Task prompt – Line tally for "roomPower": state how many lines of the entries include it, with no other text.

[Collected data entries]
import type { Draws } from './draws'
import type { FigureBench, FigureDraws } from './figure-draws'
import { envelopeOverNominal, filterPower, inputLimit } from './frequency-tables'
import type { NetworkDraws } from './network-draws'
import type { Setting } from './preamp'
import type { Curves, RecordLevel } from './result'
import { armResponsePower } from './physics/arm'
import { angular } from './physics/constants'
import { powerToDecibels } from './physics/decibels'
import { logSpacedHertz } from './physics/grid'
import { allowedInputVolts } from './physics/overload'

/** Points of each plotted curve. */
const POINTS = 121
/** The arm and stylus as a second-order resonance; its quality is taken as 2 (common practice, no source). */
const ARM_QUALITY = 2

type Band = { low: number[]; nominal: number[]; high: number[] }

/** A power ratio at each frequency over all draws, in decibels; the logarithm is taken last, of three values only. */
function band(hertz: Float64Array, count: number, powerAt: (hertz: number) => (i: number) => number): Band {
  const result: Band = { low: [], nominal: [], high: [] }
  for (const f of hertz) {
    const power = powerAt(f)
    const middle = power(0)
    let least = middle
    let most = middle
    for (let i = 1; i < count; i++) {
      const value = power(i)
      if (value < least) least = value
      else if (value > most) most = value
    }
    result.low.push(powerToDecibels(least))
    result.nominal.push(powerToDecibels(middle))
    result.high.push(powerToDecibels(most))
  }
  return result
}

/** The three plotted responses of a setting: treble, room at each pitch, arm. */
export function curvesOf(bench: FigureBench, setting: Setting, figures: FigureDraws): Curves {
  const network = bench.network(setting)
  const { count } = network
  const loadingHertz = logSpacedHertz({ low: 100, high: 40_000, count: POINTS })
  const roomHertz = logSpacedHertz({ low: 20, high: 20_000, count: POINTS })
  const armHertz = logSpacedHertz({ low: 2, high: 60, count: POINTS })
  const room = (level: RecordLevel) => band(roomHertz, count, roomPower(bench.draws, setting, network, figures.inputVolts, level))
  const arm = band(armHertz, count, armPower(figures.armResonanceHertz as Float64Array))
  return {
    loading: { hertz: [...loadingHertz], ...band(loadingHertz, count, loadingPower(network)) },
    room: { hertz: [...roomHertz], ...room('loud'), extremeLow: room('extreme').low },
    arm: {
      hertz: [...armHertz],
      ...arm,
      filtered: setting.filter ? arm.nominal.map((value, k) => value + powerToDecibels(filterPower(armHertz[k], setting.filter))) : null,
    },
  }
}

/** |H|² re 1 kHz. */
function loadingPower({ d0, d1, d2, at1kHz }: NetworkDraws) {
  return (hertz: number) => {
    const w = angular(hertz) ** 2
    return (i: number) => at1kHz[i] / (d0[i] + w * (d1[i] + w * d2[i]))
  }
}

/** What the preamp allows over what the record's envelope asks for, squared. */
function roomPower(draws: Draws, setting: Setting, network: NetworkDraws, inputVolts: Float64Array, level: RecordLevel) {
  const limit = inputLimit(draws.inputs.preamp, setting.gain)
  const response = loadingPower(network)
  return (hertz: number) => {
    const allowed = (allowedInputVolts(limit, hertz) / envelopeOverNominal(hertz, level)) ** 2
    const at = response(hertz)
    return (i: number) => allowed / (inputVolts[i] * inputVolts[i] * at(i))
  }
}

/** How strongly the arm passes a frequency, as a power ratio. */
function armPower(resonanceHertz: Float64Array) {
  return (hertz: number) => (i: number) => armResponsePower({ hertz, resonanceHertz: resonanceHertz[i], qualityFactor: ARM_QUALITY })
}
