import { describe, expect, test } from 'vitest'
import { getCartridge } from '@/lib/catalogue/queries'
import { isFromLeaflet } from '@/lib/setups/leaflet'
import { answersFromArm, answersFromCartridge } from '@/lib/setups/schema-picked'
import { getArm, findArms } from '@/lib/catalogue/queries'
import { addCartridge } from '@/lib/shelf/add-cartridge'
import { addHours } from '@/lib/shelf/add-hours'
import { archiveCartridge } from '@/lib/shelf/archive-cartridge'
import { changeCartridge } from '@/lib/shelf/change-cartridge'
import { getOwnedCartridge, getSheetHistory, listCartridges } from '@/lib/shelf/queries'
import { restoreCartridge } from '@/lib/shelf/restore-cartridge'
import { AddCartridgeInput, AddHoursInput, ChangeCartridgeInput } from '@/lib/shelf/schema'
import { cartridgeAnswersOf, withCartridge } from '@/lib/shelf/views-answers'
import { faultOf } from '../support/fault'
import { FINCH, shelfWorlds } from '../support/shelf'

const here = shelfWorlds()

describe('adding one', () => {
  test('out of the catalogue, with what its leaflet says and that it says so', () => {
    const { as, cartridgeOf } = here()
    const cartridge = getOwnedCartridge(as('ann'), cartridgeOf('ann', 'calloway-wren'))
    expect(cartridge).toMatchObject({ name: 'Calloway Wren', type: 'moving-magnet', fromCatalogue: true, stylusHours: null, notes: '' })
    expect(isFromLeaflet('output', cartridge.answers)).toBe(true)
    expect(cartridge.answers).not.toHaveProperty('armMass')
  })

  test('by hand, with hours and notes', () => {
    const { as } = here()
    const { id } = addCartridge(as('ann'), AddCartridgeInput.parse({ name: ' Old mono one ', type: 'moving-magnet', mono: 'yes', output: '5,4 mV', hours: '12,5', notes: 'No name on it, 78s.' }))
    expect(getOwnedCartridge(as('ann'), id)).toMatchObject({ name: 'Old mono one', fromCatalogue: false, stylusHours: 12.5, notes: 'No name on it, 78s.', answers: { output: '5,4 mV', mono: 'yes' } })
  })

  test('a value that cannot be is refused at its field', async () => {
    const { as } = here()
    const fault = await faultOf(() => addCartridge(as('ann'), AddCartridgeInput.parse({ name: 'Slip', type: 'moving-magnet', output: '4.5 V' })))
    expect(fault.fields.output).toMatch(/thousand times too strong/)
    expect(listCartridges(as('ann'), { archived: false })).toEqual([])
  })

  test.each([[{ name: '  ' }, /name/], [{ name: 'A', hours: 'many' }, /hours as a number/], [{ name: 'A', hours: '-1' }, /hours/], [{ name: 'A', hours: '99999' }, /any stylus/]])('%o is refused', (given, words) => {
    const read = AddCartridgeInput.safeParse(given)
    expect(read.error?.issues[0].message).toMatch(words)
  })

  test('taken over from a sheet, the sheet is about it', () => {
    const { as, sheetOf } = here()
    const { code, number } = sheetOf('ann')
    const { id } = addCartridge(as('ann'), AddCartridgeInput.parse({ ...FINCH, fromSheet: code }))
    expect(getSheetHistory(as('ann'), number).cartridgeId).toBe(id)
  })

  test('over a sheet that is not theirs nothing is kept', async () => {
    const { as, sheetOf } = here()
    const { code } = sheetOf('bob')
    expect((await faultOf(() => addCartridge(as('ann'), AddCartridgeInput.parse({ ...FINCH, fromSheet: code })))).code).toBe('not_allowed')
    expect(listCartridges(as('ann'), { archived: false })).toEqual([])
  })
})

test('changing one replaces its values and keeps what is not of the form', () => {
  const { as, cartridgeOf } = here()
  const cartridgeId = cartridgeOf('ann')
  changeCartridge(as('ann'), ChangeCartridgeInput.parse({ cartridgeId, name: 'The old Finch', type: 'moving-magnet', output: '4', hours: '380' }))
  expect(getOwnedCartridge(as('ann'), cartridgeId)).toMatchObject({ name: 'The old Finch', stylusHours: 380, answers: { output: '4' }, fromCatalogue: false })
})

describe('stylus hours', () => {
  const add = (cartridgeId: string, hours: string, counted: string) => AddHoursInput.parse({ cartridgeId, hours, counted })

  test('add up; pressing twice adds once', () => {
    const { as, cartridgeOf } = here()
    const id = cartridgeOf('ann')
    addHours(as('ann'), add(id, '380', ''))
    addHours(as('ann'), add(id, '0.3', '380'))
    addHours(as('ann'), add(id, '0.3', '380'))
    expect(getOwnedCartridge(as('ann'), id).stylusHours).toBe(380.3)
  })

  test('counted elsewhere meanwhile, nothing is added', async () => {
    const { as, cartridgeOf } = here()
    const id = cartridgeOf('ann')
    addHours(as('ann'), add(id, '10', ''))
    expect((await faultOf(() => addHours(as('ann'), add(id, '5', '')))).code).toBe('conflict')
    expect(getOwnedCartridge(as('ann'), id).stylusHours).toBe(10)
  })

  test('more than any stylus lasts is refused', async () => {
    const { as, cartridgeOf } = here()
    const id = cartridgeOf('ann')
    addHours(as('ann'), add(id, '20000', ''))
    expect((await faultOf(() => addHours(as('ann'), add(id, '1', '20000')))).fields).toHaveProperty('hours')
  })
})

test('one that was put away is in the other list, and comes back', () => {
  const { as, cartridgeOf } = here()
  const cartridgeId = cartridgeOf('ann')
  archiveCartridge(as('ann'), { cartridgeId })
  expect(listCartridges(as('ann'), { archived: false })).toEqual([])
  expect(listCartridges(as('ann'), { archived: true })).toHaveLength(1)
  restoreCartridge(as('ann'), { cartridgeId })
  expect(listCartridges(as('ann'), { archived: false })).toHaveLength(1)
})

describe('answers of a check, parted', () => {
  test('another cartridge takes the place of all of the first one, and of nothing else', () => {
    const { at } = here()
    const arm = getArm(at(), findArms(at(), { text: '', limit: 1 }).entries[0].id)
    const wren = answersFromCartridge(getCartridge(at(), 'calloway-wren'))
    const whole = answersFromArm(arm, { ...wren, preamp: 'tarn-2', next: 'line' })
    const third = cartridgeAnswersOf(answersFromCartridge(getCartridge(at(), 'brightwater-no-3')))
    const both = withCartridge(whole, third)
    expect(both).toMatchObject({ preamp: 'tarn-2', next: 'line', name: 'Brightwater No. 3', arm: arm.name })
    expect(cartridgeAnswersOf(both)).toEqual(third)
    expect(both.inductance).toBe(third.inductance)
    // What came out of the catalogue about the arm is still known to.
    expect(isFromLeaflet('armMass', both)).toBe(isFromLeaflet('armMass', whole))
    expect(withCartridge(whole, null)).not.toHaveProperty('output')
  })
})
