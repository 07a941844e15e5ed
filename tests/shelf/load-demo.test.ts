import { expect, test } from 'vitest'
import { sheets } from '@/db/schema/setups'
import { DEMO_PEOPLE } from '@/lib/accounts/demo'
import { insertPerson, personByAddress } from '@/lib/accounts/people'
import { VERDICTS } from '@/lib/match/result'
import { archiveUnit } from '@/lib/shelf/archive-unit'
import { loadDemoShelf } from '@/lib/shelf/load-demo'
import { getShelf } from '@/lib/shelf/queries'
import { shelfWorlds, type ShelfWorld } from '../support/shelf'
import { NOW } from '../support/world'

const here = shelfWorlds()

/** The demo's owner as the accounts' loader makes them, without the wait for a password. */
function demoOwner({ db, as }: ShelfWorld) {
  const [{ email, name, role }] = DEMO_PEOPLE
  const person = personByAddress(db, email) ?? insertPerson(db, { email, name, role, passwordHash: null, demo: true }, NOW)
  return as(person)
}

test('fills the owner’s shelf with all verdicts, once', { timeout: 60_000 }, () => {
  const world = here()
  const owner = demoOwner(world)
  expect(loadDemoShelf(world.at())).toBe(true)
  const { units, cartridges, places } = getShelf(owner)
  expect([units.length, cartridges.length, places.length]).toEqual([2, 4, 6])
  // An empty place is a check still to make.
  expect(places.length).toBeLessThan(units.length * cartridges.length)
  expect([...new Set(places.map(({ sheet }) => sheet.verdict))].sort()).toEqual([...VERDICTS].sort())
  expect(places.some(({ sheet }) => sheet.letters.length > 2)).toBe(true)
  expect(units.map(({ standing }) => standing?.source)).toEqual(['moved', 'told'])
  expect(units.map(({ serialEnding }) => serialEnding)).toEqual(['418', '077'])

  archiveUnit(owner, { unitId: units[0].id })
  expect(loadDemoShelf(world.at())).toBe(false)
  expect(getShelf(owner).units).toHaveLength(1)
  expect(world.db.select().from(sheets).all()).toHaveLength(6)
})

test('without the demo’s owner, or where someone really has that address, it does nothing', () => {
  const world = here()
  expect(loadDemoShelf(world.at())).toBe(false)
  const [{ email, name, role }] = DEMO_PEOPLE
  insertPerson(world.db, { email, name, role, passwordHash: null }, NOW)
  expect(loadDemoShelf(world.at())).toBe(false)
  expect(world.db.select().from(sheets).all()).toEqual([])
})
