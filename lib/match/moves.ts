import type { Control, ControlState, Exclusion, Group, Positions } from './controls'
import { controlOf, hasBits, isActive, memberCount, membersOf, placesOf, standOf } from './groups'
import type { Preamp } from './preamp'
import type { Move } from './result'
import { describeGroup } from './setting-words'
import { clashIn, resolveSetting } from './settings'
import { statesEqual } from './states'

type Side = 'left' | 'right'

/** True when the two channels stand differently. */
export function sidesDiffer({ left, right }: Positions): boolean {
  return !statesEqual(left, right)
}

/**
 * What a hand has to do to bring both channels from where they stand to `target`. One move for both sides where both
 * make the same one. On a row where pressing one button lets the others out, the one move is that press.
 * Of two switches that exclude each other, the one that goes OFF comes first.
 */
export function movesBetween(preamp: Preamp, present: Positions, target: ControlState): Move[] {
  return preamp.controls.flatMap((control) => {
    const moves = hasBits(control) ? bitMoves(preamp, control, present, target) : placeMoves(preamp, control, present, target)
    return moves.sort((a, b) => waits(preamp, moves, a) - waits(preamp, moves, b))
  })
}

/** True for a control of which each channel has its own. */
export function isPerSide(control: Control): boolean {
  return control.kind === 'bank' || control.kind === 'plugs'
}

function bitMoves(preamp: Preamp, control: Control, present: Positions, target: ControlState): Move[] {
  const to = standOf(preamp, target, control)
  const left = standOf(preamp, present.left, control)
  const right = standOf(preamp, present.right, control)
  const moves: Move[] = []
  for (let member = 1; member <= memberCount(control); member++) {
    const bit = member - 1
    const move = (side: Move['side']) => moveOf(preamp, control, member, side, present, target, [left[bit] === to[bit] ? right[bit] : left[bit], to[bit]])
    const sides = sidesToMove(left[bit], right[bit], to[bit], control)
    moves.push(...sides.map(move))
  }
  return moves
}

function placeMoves(preamp: Preamp, control: Control, present: Positions, target: ControlState): Move[] {
  const to = standOf(preamp, target, control)
  const from = { left: standOf(preamp, present.left, control), right: standOf(preamp, present.right, control) }
  const member = control.kind === 'buttons' ? placesOf(control).findIndex(({ id }) => id === to) + 1 : null
  return sidesToMove(from.left, from.right, to, control).map((side) => {
    const start = side === 'both' ? (from.left === to ? from.right : from.left) : from[side]
    return moveOf(preamp, control, member, side, present, target, [start, to])
  })
}

function sidesToMove(left: string, right: string, to: string, control: Control): Move['side'][] {
  if (!isPerSide(control)) return left === to && right === to ? [] : ['both']
  if (left === right) return left === to ? [] : ['both']
  return [...(left === to ? [] : (['left'] as const)), ...(right === to ? [] : (['right'] as const))]
}

function moveOf(
  preamp: Preamp,
  control: Control,
  member: number | null,
  side: Move['side'],
  present: Positions,
  target: ControlState,
  [from, to]: [string, string],
): Move {
  const start = side === 'right' || (side === 'both' && !isPerSide(control) && present.left[control.id] === target[control.id]) ? 'right' : 'left'
  const group = groupChanged(preamp, control, member, target)
  const words = group ? beforeAndAfter(preamp, group, present[start as Side], target) : { before: '', after: '' }
  return { control: control.id, member, side, from, to, group: group?.id ?? '', ...words }
}

/** The group a member belongs to; one that does something at the target comes before one that does nothing there. */
function groupChanged(preamp: Preamp, control: Control, member: number | null, target: ControlState): Group | undefined {
  const groups = preamp.groups.filter(
    (group) => group.control === control.id && (!hasBits(control) || member === null || membersOf(preamp, group).includes(member)),
  )
  return groups.find((group) => isActive(preamp, group, target)) ?? groups[0]
}

/** Two figures, or three where two would read the same before and after. */
function beforeAndAfter(preamp: Preamp, group: Group, present: ControlState, target: ControlState): { before: string; after: string } {
  const words = (figures: number) => ({
    before: describeGroup(preamp, group, present, figures),
    after: describeGroup(preamp, group, target, figures),
  })
  const plain = words(2)
  return plain.before === plain.after ? words(3) : plain
}

/** 1 for a switch to put ON whose partner has to go OFF first. */
function waits(preamp: Preamp, moves: Move[], move: Move): number {
  if (move.to !== '1') return 0
  const partners = preamp.exclusions
    .filter(({ control, members }) => control === move.control && members.includes(move.member ?? 0))
    .flatMap(({ members }) => members)
  return moves.some((other) => other.to === '0' && partners.includes(other.member ?? 0)) ? 1 : 0
}

/**
 * One control moved by hand: a switch or a button that stands by itself is turned over; a place, a plug or a button
 * that lets the others out is gone to. `to` is a member (1-based) or the id of a place, plug or button.
 *
 * @returns the new state, or the pair that this would set against each other. A pair that stood like that before
 *          does not hold the hand back from undoing it.
 * @throws when the control has no such member
 */
export function flip(preamp: Preamp, state: ControlState, controlId: string, to: number | string): { state: ControlState } | { clash: Exclusion } {
  const control = controlOf(preamp, controlId)
  const stand = standOf(preamp, state, control)
  const member = typeof to === 'number' ? to : placesOf(control).findIndex(({ id }) => id === to) + 1
  if (member < 1 || member > memberCount(control)) throw new Error(`"${controlId}" of ${preamp.modelName} has no "${to}".`)
  const next = hasBits(control) ? turned(stand, member) : placesOf(control)[member - 1].id
  const flipped = { ...state, [controlId]: next }
  const before = clashBetween(preamp, state)
  const after = clashBetween(preamp, flipped)
  return after && !before ? { clash: after } : { state: flipped }
}

function turned(stand: string, member: number): string {
  return stand.slice(0, member - 1) + (stand[member - 1] === '1' ? '0' : '1') + stand.slice(member)
}

function clashBetween(preamp: Preamp, state: ControlState): Exclusion | null {
  const pair = clashIn(preamp, state)
  if (pair) return pair
  const setting = resolveSetting(preamp, state)
  return 'clash' in setting ? setting.clash : null
}
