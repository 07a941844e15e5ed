/**
 * Every input is a quantity with doubt, every figure a range.
 * All numbers are SI: volts, ohms, henries, farads, hertz, kilograms, metres per newton.
 */

export const ORIGINS = ['printed', 'measured', 'typical', 'owner', 'unknown'] as const

/**
 * Where a value came from. `typical` means the type's usual range stepped in because nothing was said;
 * `unknown` means that not even the type is known, so the widest range in use stepped in.
 */
export type Origin = (typeof ORIGINS)[number]

/** A figure that comes out: lowest, middle and highest value over everything that is not known exactly. */
export interface Range {
  low: number
  nominal: number
  high: number
}

/** An input. `printed` and `condition` keep the leaflet's own text beside the value. */
export interface Quantity extends Range {
  origin: Origin
  printed?: string
  condition?: string
}

/** A value known exactly, as far as this check goes. */
export function exactly(value: number, origin: Origin = 'printed'): Quantity {
  return { low: value, nominal: value, high: value, origin }
}

/**
 * A value that lies anywhere from `low` to `high`; the middle is geometric, since these quantities span decades,
 * and arithmetic where the range touches zero.
 */
export function between(low: number, high: number, origin: Origin = 'owner'): Quantity {
  const nominal = low > 0 ? Math.sqrt(low * high) : (low + high) / 2
  return { low, nominal, high, origin }
}

/** A value with a relative tolerance, such as a resistor of ±1 %. */
export function within(value: number, relativeTolerance: number, origin: Origin = 'printed'): Quantity {
  return { low: value * (1 - relativeTolerance), nominal: value, high: value * (1 + relativeTolerance), origin }
}

/** True when the range is a single point. */
export function isExact({ low, high }: Range): boolean {
  return low === high
}

/** The same quantity in another unit or after a known factor. `factor` must be positive. */
export function scaled<T extends Range>(quantity: T, factor: number): T {
  return { ...quantity, low: quantity.low * factor, nominal: quantity.nominal * factor, high: quantity.high * factor }
}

Solution for this task – 2